--- START ---
"""Size checks on validated columns (limits in ``data_schemas.limits``): each reports its
findings as ``size_limit`` problems naming the limit."""

from __future__ import annotations

from collections.abc import Iterable

import numpy as np

from . import columns as C
from .limits import MAX_DECISION_ROWS, MAX_LOTTERY_OUTCOMES, MAX_STEPS_PER_TRIAL
from .report import ProblemCollector


def report_steps_beyond_limit(
    collector: ProblemCollector, lines: np.ndarray, column: str, values: np.ndarray, ok: np.ndarray
) -> None:
    """Rows whose step / draws exceed MAX_STEPS_PER_TRIAL."""
    with np.errstate(invalid="ignore"):
        beyond = np.flatnonzero(ok & (values > MAX_STEPS_PER_TRIAL))
    collector.add_rows(
        "size_limit",
        lines[beyond],
        column,
        values[beyond],
        f"at most {MAX_STEPS_PER_TRIAL} successful draws in a trial (the documented limit "
        "per trial, see README 'Limits')",
    )


def decision_rows(draws: np.ndarray, ok: np.ndarray, censored: np.ndarray | None) -> int:
    """Decisions after expansion: draws + 1 per trial (draws for a censored trial)."""
    counted = np.where(ok, draws, 0.0)
    closing = np.where(censored == 1, 0.0, 1.0) if censored is not None else 1.0
    return int(np.sum(counted + np.where(ok, closing, 0.0)))


def report_too_many_decisions(collector: ProblemCollector, total: int) -> None:
    """Trial-level data that would expand beyond MAX_DECISION_ROWS decisions."""
    if total <= MAX_DECISION_ROWS:
        return
    collector.add(
        "size_limit",
        None,
        "draws",
        f"<{total} decisions in all>",
        f"at most {MAX_DECISION_ROWS} decisions (the documented limit, see README "
        "'Limits'); split the data by subject and fit the parts",
    )


def report_outcome_indices_beyond_limit(
    collector: ProblemCollector, names: Iterable[object]
) -> set[str]:
    """Lottery columns whose outcome index exceeds MAX_LOTTERY_OUTCOMES; returns them."""
    beyond = set()
    for name in names:
        parsed = C.lottery_outcome_column(str(name))
        if parsed is not None and parsed[2] > MAX_LOTTERY_OUTCOMES:
            beyond.add(str(name))
            collector.add(
                "size_limit",
                1,
                str(name),
                f"<outcome index {parsed[2]}>",
                f"at most {MAX_LOTTERY_OUTCOMES} outcomes per option (the documented limit, "
                "see README 'Limits'; options are padded to the widest)",
            )
    return beyond
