"""Sequential-contest checks: the optional columns ``order`` and ``rival_bank`` (DESIGN.md).

``order`` (1 moves first, 2 second, ...) is an integer on contest rows only, at most
n_players, one value per trial, and within one contest (group x trial) either every player
has an order or none, and the orders are 1..k without gaps or repeats. ``rival_bank`` (the
best bank banked before a later mover; empty if every earlier mover busted) is a number >= 0,
one value per trial, needs an ``order`` column, is empty for first movers, a file whose
contests have later movers must carry it (what the later mover saw), and it must equal the
best final bank of the earlier movers of the contest that did not bust.
"""

from __future__ import annotations

import numpy as np
import pandas as pd

from .checker import Checker, Column

SEQUENTIAL_COLUMNS = ("order", "rival_bank")


def check_sequential(
    ch: Checker,
    cols: dict[str, Column | None],
    subject: np.ndarray,
    trial: np.ndarray,
    contest: np.ndarray,
) -> None:
    """Report every problem of ``order`` / ``rival_bank`` (module docstring)."""
    if not (ch.has("order") or ch.has("rival_bank")):
        return
    order = ch.numeric(
        "order",
        False,
        "an integer >= 1 (1 moves first, 2 second, ...)",
        integer=True,
        bounds=(1.0, np.inf, False, False),
    )
    rival = ch.numeric(
        "rival_bank",
        False,
        "a finite number >= 0 (the best bank banked before this mover)",
        bounds=(0.0, np.inf, False, False),
    )
    if order is None:
        ch.collector.add(
            "sequential_fields",
            int(ch.lines[0]),
            "order",
            "<no such column>",
            "an 'order' column (1 moves first, 2 second, ...) beside 'rival_bank'",
        )
        return
    given = order.ok & ~np.isnan(order.values)
    _report(
        ch,
        np.flatnonzero(given & ~contest),
        "order",
        order.values,
        "an empty order on a solo row (order belongs to contest rows)",
    )
    n_players = cols.get("n_players")
    if n_players is not None:
        over = given & contest & n_players.ok & (order.values > n_players.values)
        _report(ch, np.flatnonzero(over), "order", order.values, "an order <= n_players")
    valid = (subject >= 0) & (trial >= 0)
    _check_constant(ch, order, valid, subject, trial, "order")
    later = given & contest & (order.values >= 2)
    if rival is None:
        if later.any():
            first = int(np.flatnonzero(later)[0])
            ch.collector.add(
                "sequential_fields",
                int(ch.lines[first]),
                "rival_bank",
                "<no such column>",
                "a 'rival_bank' column: what each later mover saw (the best bank banked "
                f"before them; {int(later.sum())} rows of later movers)",
            )
    else:
        rival_given = rival.ok & ~np.isnan(rival.values)
        first_movers = np.flatnonzero(given & (order.values == 1) & rival_given)
        _report(
            ch,
            first_movers,
            "rival_bank",
            rival.values,
            "an empty rival_bank for a first mover (order 1 saw no rival)",
        )
        orphans = np.flatnonzero(rival_given & ~given)
        _report(ch, orphans, "rival_bank", rival.values, "an order on every row with a rival_bank")
        _check_constant(ch, rival, valid, subject, trial, "rival_bank")
    group = cols.get("group")
    if group is not None:
        _check_group_orders(ch, order, group, subject, trial, contest & valid & group.ok)
    check_rival_banks(ch)


def _report(ch: Checker, rows: np.ndarray, name: str, values: np.ndarray, expected: str) -> None:
    if len(rows):
        ch.collector.add_rows("sequential_fields", ch.lines[rows], name, values[rows], expected)


def _ok_or_empty(ch: Checker, column: Column, name: str) -> np.ndarray:
    """Rows whose cell is a valid value or empty (wrong cells are reported elsewhere)."""
    return column.ok | np.asarray(ch.empty_mask(ch.frame[name]), dtype=bool)


def _check_constant(
    ch: Checker,
    column: Column,
    valid: np.ndarray,
    subject: np.ndarray,
    trial: np.ndarray,
    name: str,
) -> None:
    """One value (or all empty) per trial: rows that differ from their trial's first row."""
    rows = np.flatnonzero(valid & _ok_or_empty(ch, column, name))
    if len(rows) == 0:
        return
    frame = pd.DataFrame(
        {"subject": subject[rows], "trial": trial[rows], "value": column.values[rows]}
    )
    first = frame.groupby(["subject", "trial"], sort=False)["value"].transform("first")
    both_nan = frame["value"].isna() & first.isna()
    differ = rows[((frame["value"] != first) & ~both_nan).to_numpy()]
    _report(ch, differ, name, column.values, f"one {name} per trial (the trial's first row)")


def _check_group_orders(
    ch: Checker,
    order: Column,
    group: Column,
    subject: np.ndarray,
    trial: np.ndarray,
    usable: np.ndarray,
) -> None:
    """Within a contest (group x trial): every player has an order or none, and the
    players' orders are 1..k, each once."""
    rows = np.flatnonzero(usable & _ok_or_empty(ch, order, "order"))
    if len(rows) == 0:
        return
    frame = pd.DataFrame(
        {
            "group": group.values[rows],
            "trial": trial[rows],
            "subject": subject[rows],
            "order": order.values[rows],
            "line": ch.lines[rows],
        }
    ).drop_duplicates(["group", "trial", "subject"])
    for _, players in frame.groupby(["group", "trial"], sort=False):
        orders = players["order"].to_numpy()
        present = ~np.isnan(orders)
        if not present.any():
            continue
        line = int(players["line"].min())
        shown = ", ".join("empty" if np.isnan(o) else str(int(o)) for o in orders)
        if not present.all():
            expected = "an order for every player of the contest or for none"
        elif sorted(orders.astype(int)) != list(range(1, len(orders) + 1)):
            expected = f"orders 1..{len(orders)}, each once, among the contest's players"
        else:
            continue
        ch.collector.add("sequential_order", line, "order", f"<orders {shown}>", expected)


def final_banks(frame: pd.DataFrame) -> pd.DataFrame:
    """One row per (subject, trial) of the raw frame: the final bank and whether it busted.
    Trial level: start + draws*gain (bust: bust_keep times that); decision level: the
    trial's last row, start + step*gain, busted when its outcome is 'bust'."""

    def number(name: str, default: float) -> pd.Series:
        if name not in frame.columns:
            return pd.Series(default, index=frame.index, dtype=float)
        return pd.to_numeric(frame[name], errors="coerce").fillna(default)

    start, gain, keep = number("start", 0.0), number("gain", np.nan), number("bust_keep", 0.0)
    if "draws" in frame.columns:
        level = number("draws", np.nan)
        busted = number("busted", np.nan) == 1
        rows = pd.DataFrame({"subject": frame["subject"], "trial": frame["trial"]})
    else:
        step = number("step", np.nan)
        last = step.groupby([frame["subject"], frame["trial"]], sort=False).transform("max")
        keep_rows = step == last
        level = step[keep_rows]
        busted = frame.loc[keep_rows, "outcome"].astype(str) == "bust"
        rows = frame.loc[keep_rows, ["subject", "trial"]]
        start, gain, keep = start[keep_rows], gain[keep_rows], keep[keep_rows]
    bank = start + level * gain
    out = rows.assign(final=np.where(busted, keep * bank, bank), busted=busted.to_numpy())
    return out.drop_duplicates(["subject", "trial"])


def check_rival_banks(ch: Checker) -> None:
    """Each later mover's rival_bank equals the best bank of the earlier movers of the same
    contest (group x trial) that did not bust (empty when all of them busted); run only on a
    file without other problems."""
    needed = {"group", "order", "rival_bank", "subject", "trial"}
    if not needed <= set(ch.frame.columns) or not ch.collector.ok:
        return
    frame = ch.frame
    finals = final_banks(frame)
    per_trial = frame.drop_duplicates(["subject", "trial"])[
        ["subject", "trial", "group", "order", "rival_bank"]
    ].merge(finals, on=["subject", "trial"])
    per_trial = per_trial[per_trial["order"].notna()]
    line_of = pd.Series(ch.lines, index=frame.index)
    first_line = (
        line_of.groupby([frame["subject"], frame["trial"]], sort=False).min().rename("line")
    )
    per_trial = per_trial.merge(first_line, left_on=["subject", "trial"], right_index=True)
    for _, contest in per_trial.groupby(["group", "trial"], sort=False):
        for _, mover in contest.iterrows():
            earlier = contest[(contest["order"] < mover["order"]) & ~contest["busted"]]
            if mover["order"] < 2:
                continue
            seen = pd.to_numeric(pd.Series([mover["rival_bank"]]), errors="coerce").iloc[0]
            expected = earlier["final"].max() if len(earlier) else np.nan
            same = (np.isnan(seen) and np.isnan(expected)) or (
                not np.isnan(seen)
                and not np.isnan(expected)
                and abs(seen - expected) <= 1e-9 * max(1.0, abs(expected))
            )
            if not same:
                want = (
                    "empty (every earlier mover busted)"
                    if np.isnan(expected)
                    else (f"{expected:g}")
                )
                ch.collector.add(
                    "rival_bank_mismatch",
                    int(mover["line"]),
                    "rival_bank",
                    mover["rival_bank"],
                    f"the best bank of the earlier movers in this contest: {want}",
                )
--- END ---
(What you are asked to do): Only the lines from the opening of the material through the line with "return int(np.sum(counted +" should be echoed, exactly as written.

(Response to this task):
"""Size checks on validated columns (limits in ``data_schemas.limits``): each reports its
findings as ``size_limit`` problems naming the limit."""

from __future__ import annotations

from collections.abc import Iterable

import numpy as np

from . import columns as C
from .limits import MAX_DECISION_ROWS, MAX_LOTTERY_OUTCOMES, MAX_STEPS_PER_TRIAL
from .report import ProblemCollector


def report_steps_beyond_limit(
    collector: ProblemCollector, lines: np.ndarray, column: str, values: np.ndarray, ok: np.ndarray
) -> None:
    """Rows whose step / draws exceed MAX_STEPS_PER_TRIAL."""
    with np.errstate(invalid="ignore"):
        beyond = np.flatnonzero(ok & (values > MAX_STEPS_PER_TRIAL))
    collector.add_rows(
        "size_limit",
        lines[beyond],
        column,
        values[beyond],
        f"at most {MAX_STEPS_PER_TRIAL} successful draws in a trial (the documented limit "
        "per trial, see README 'Limits')",
    )


def decision_rows(draws: np.ndarray, ok: np.ndarray, censored: np.ndarray | None) -> int:
    """Decisions after expansion: draws + 1 per trial (draws for a censored trial)."""
    counted = np.where(ok, draws, 0.0)
    closing = np.where(censored == 1, 0.0, 1.0) if censored is not None else 1.0
    return int(np.sum(counted + np.where(ok, closing, 0.0)))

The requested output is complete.